Même si les « cures » de perte de poids misant sur un rebalancement hormonal semblent alléchantes, leurs fondements demeurent des plus douteux. Pourquoi? Parce qu’on affirme qu’elles sont supportées par des données scientifiques (qui tardent à venir, j’attends encore la liste des sources des compagnies utilisant ce type d’approche, 3 ans, ça fait long à attendre…) qui n’apparaissent nulle part ou qui ne supportent en rien les propos des intervenants. Habituellement, ces cures font en sortes que les participants augmentent leur niveau d’activité physique, suivent une diète hypocalorique et tentent de modifier leur rythme de vie. Si ce n’était que ça, il n’y aurait que peu de problèmes, mais, le fait d’y ajouter une pléiade de pseudo produits afin de gérer les hormones à un prix faramineux tend davantage vers l’arnaque que du traitement.

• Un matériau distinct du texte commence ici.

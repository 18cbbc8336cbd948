import { data } from "react-router";
import { CrewField } from "~/components/crew/crew-field";
import { ComingRuns, CrewRunView } from "~/components/crew-run-view";
import { formatServiceDate } from "~/components/format";
import { crewFieldRun } from "~/models/crew-field.server";
import { crewRunScreen } from "~/models/crew-run.server";
import { db } from "~/services/db.server";
import { AREA_ROLES, requireRole } from "~/services/permissions.server";
import type { Route } from "./+types/run";

export const meta: Route.MetaFunction = ({ data }) => [{ title: `Run ${data?.screen.serviceDate ?? ""} · Varroute` }];

export async function loader({ request, params }: Route.LoaderArgs) {
  const user = await requireRole(request, AREA_ROLES.crew);
  if (!/^\d{4}-\d{2}-\d{2}$/.test(params.date)) throw data("That is not a date.", { status: 404 });
  const screen = await crewRunScreen(db, user, params.date);
  const field = user.crewId ? await crewFieldRun(db, user.crewId, params.date) : null;
  return { screen, field };
}

export default function CrewRun({ loaderData }: Route.ComponentProps) {
  const title = `Run for ${formatServiceDate(loaderData.screen.serviceDate, false)}`;
  if (loaderData.field)
    return (
      <>
        <CrewField serverRun={loaderData.field} title={title} />
        <ComingRuns coming={loaderData.screen.coming} />
      </>
    );
  return <CrewRunView screen={loaderData.screen} title={title} />;
}
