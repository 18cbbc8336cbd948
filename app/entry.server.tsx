import { PassThrough } from "node:stream";

import type { AppLoadContext, EntryContext } from "react-router";
import { createReadableStreamFromReadable } from "@react-router/node";
import { ServerRouter } from "react-router";
import { isbot } from "isbot";
import type { RenderToPipeableStreamOptions } from "react-dom/server";
import { renderToPipeableStream } from "react-dom/server";
import { serverEnv } from "./services/env.server";
import { createNonce, securityHeaders, tileSourceForCsp } from "./services/security-headers.server";

// React Router's default Node entry, plus the security headers on every HTML page: a nonce
// per response, given to ServerRouter (which hands it to <Scripts>, <ScrollRestoration>,
// <Links> and its own inline scripts) and to React (its streaming scripts), and named in
// the Content-Security-Policy. See app/services/security-headers.server.ts for the policy.

export const streamTimeout = 5_000;

function setSecurityHeaders(headers: Headers, nonce: string) {
  const env = serverEnv();
  const values = securityHeaders({
    nonce,
    tileOrigin: tileSourceForCsp(env.MAP_TILE_URL),
    secure: env.COOKIE_SECURE === "true",
    // react-router dev (Vite, hot reload) needs a looser policy; a build never gets it.
    dev: import.meta.env.DEV,
  });
  for (const [name, value] of Object.entries(values)) headers.set(name, value);
}

export default function handleRequest(
  request: Request,
  responseStatusCode: number,
  responseHeaders: Headers,
  routerContext: EntryContext,
  _loadContext: AppLoadContext,
) {
  const nonce = createNonce();
  setSecurityHeaders(responseHeaders, nonce);

  // https://httpwg.org/specs/rfc9110.html#HEAD
  if (request.method.toUpperCase() === "HEAD") {
    return new Response(null, {
      status: responseStatusCode,
      headers: responseHeaders,
    });
  }

  return new Promise((resolve, reject) => {
    let shellRendered = false;
    const userAgent = request.headers.get("user-agent");

    // Bots and SPA mode wait for all content before the response starts.
    const readyOption: keyof RenderToPipeableStreamOptions =
      (userAgent && isbot(userAgent)) || routerContext.isSpaMode ? "onAllReady" : "onShellReady";

    // Abort the rendering stream after `streamTimeout`, leaving time to flush the rejected boundaries.
    let timeoutId: ReturnType<typeof setTimeout> | undefined = setTimeout(() => abort(), streamTimeout + 1000);

    const { pipe, abort } = renderToPipeableStream(<ServerRouter context={routerContext} url={request.url} nonce={nonce} />, {
      nonce,
      [readyOption]() {
        shellRendered = true;
        const body = new PassThrough({
          final(callback) {
            // Clear the timeout so the closure is not kept alive.
            clearTimeout(timeoutId);
            timeoutId = undefined;
            callback();
          },
        });
        const stream = createReadableStreamFromReadable(body);

        responseHeaders.set("Content-Type", "text/html");

        pipe(body);

        resolve(
          new Response(stream, {
            headers: responseHeaders,
            status: responseStatusCode,
          }),
        );
      },
      onShellError(error: unknown) {
        reject(error);
      },
      onError(error: unknown) {
        responseStatusCode = 500;
        // Errors inside the shell are logged here; shell errors reject and are logged by the framework.
        if (shellRendered) {
          console.error(error);
        }
      },
    });
  });
}
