import { Outlet } from "react-router";
import { AppShell } from "~/components/app-shell";
import { crewNav } from "~/components/area-nav";
import { AREA_ROLES, requireRole } from "~/services/permissions.server";
import type { Route } from "./+types/layout";

export async function loader({ request }: Route.LoaderArgs) {
  const user = await requireRole(request, AREA_ROLES.crew);
  return { user: { name: user.name, role: user.role } };
}

export default function CrewLayout({ loaderData }: Route.ComponentProps) {
  return (
    <AppShell user={loaderData.user} nav={crewNav()} width="narrow">
      <Outlet />
    </AppShell>
  );
}
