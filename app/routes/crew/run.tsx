import { CrewField } from "~/components/crew/crew-field";
import { ComingRuns, CrewRunView } from "~/components/crew-run-view";
import { formatServiceDate } from "~/components/format";
import { crewFieldRun } from "~/models/crew-field.server";
import { crewRunScreen } from "~/models/crew-run.server";
import { db } from "~/services/db.server";
import { AREA_ROLES, requireRole } from "~/services/permissions.server";
import { dateParam } from "~/services/request.server";
import type { Route } from "./+types/run";

export const meta: Route.MetaFunction = ({ data }) => [{ title: `Run ${data?.screen.serviceDate ?? ""} · Varroute` }];

export async function loader({ request, params }: Route.LoaderArgs) {
  const user = await requireRole(request, AREA_ROLES.crew);
  const date = dateParam(params.date);
  const screen = await crewRunScreen(db, user, date);
  const field = user.crewId ? await crewFieldRun(db, user.crewId, date) : null;
  return { screen, field };
}

export default function CrewRun({ loaderData }: Route.ComponentProps) {
  const title = `Run for ${formatServiceDate(loaderData.screen.serviceDate, false)}`;
  if (loaderData.field)
    return (
      <>
        <CrewField serverRun={loaderData.field} title={title} />
        <ComingRuns coming={loaderData.screen.coming} />
      </>
    );
  return <CrewRunView screen={loaderData.screen} title={title} />;
}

Sur ce, je vais à nouveau relancer les différentes compagnies qui font des interventions dites hormonales afin de tenter de mettre la main sur leurs sources et éventuellement de bien humblement me rétracter devant leurs évidences crédibles, vérifiées et vérifiables. Ne retenez surtout pas votre souffle, votre cortisol risque de grimper en flèche…

1.            Misra, M and A Klibanski. Neuroendocrine consequences of anorexia nervosa in adolescents. Endocr Dev 2010; 17. 197-214.

2.            Tomiyama, AJ, T Mann, D Vinas, JM Hunger, J Dejager, and SE Taylor. Low calorie dieting increases cortisol. Psychosom Med 2010; 72(4). 357-64.

3.            Travison, TG, AB O’Donnell, AB Araujo, AM Matsumoto, and JB McKinlay. Cortisol levels and measures of body composition in middle-aged and older men. Clin Endocrinol (Oxf) 2007; 67(1). 71-7.

4.            Vicennati, V, F Pasqui, C Cavazza, U Pagotto, and R Pasquali. Stress-related development of obesity and cortisol in women. Obesity (Silver Spring) 2009; 17(9). 1678-83.

5.            Van Cauter, E and KL Knutson. Sleep and the epidemic of obesity in children and adults. Eur J Endocrinol 2008; 159 Suppl 1. S59-66.

6.            Leproult, R and E Van Cauter. Role of sleep and sleep loss in hormonal release and metabolism. Endocr Dev 2010; 17. 11-21.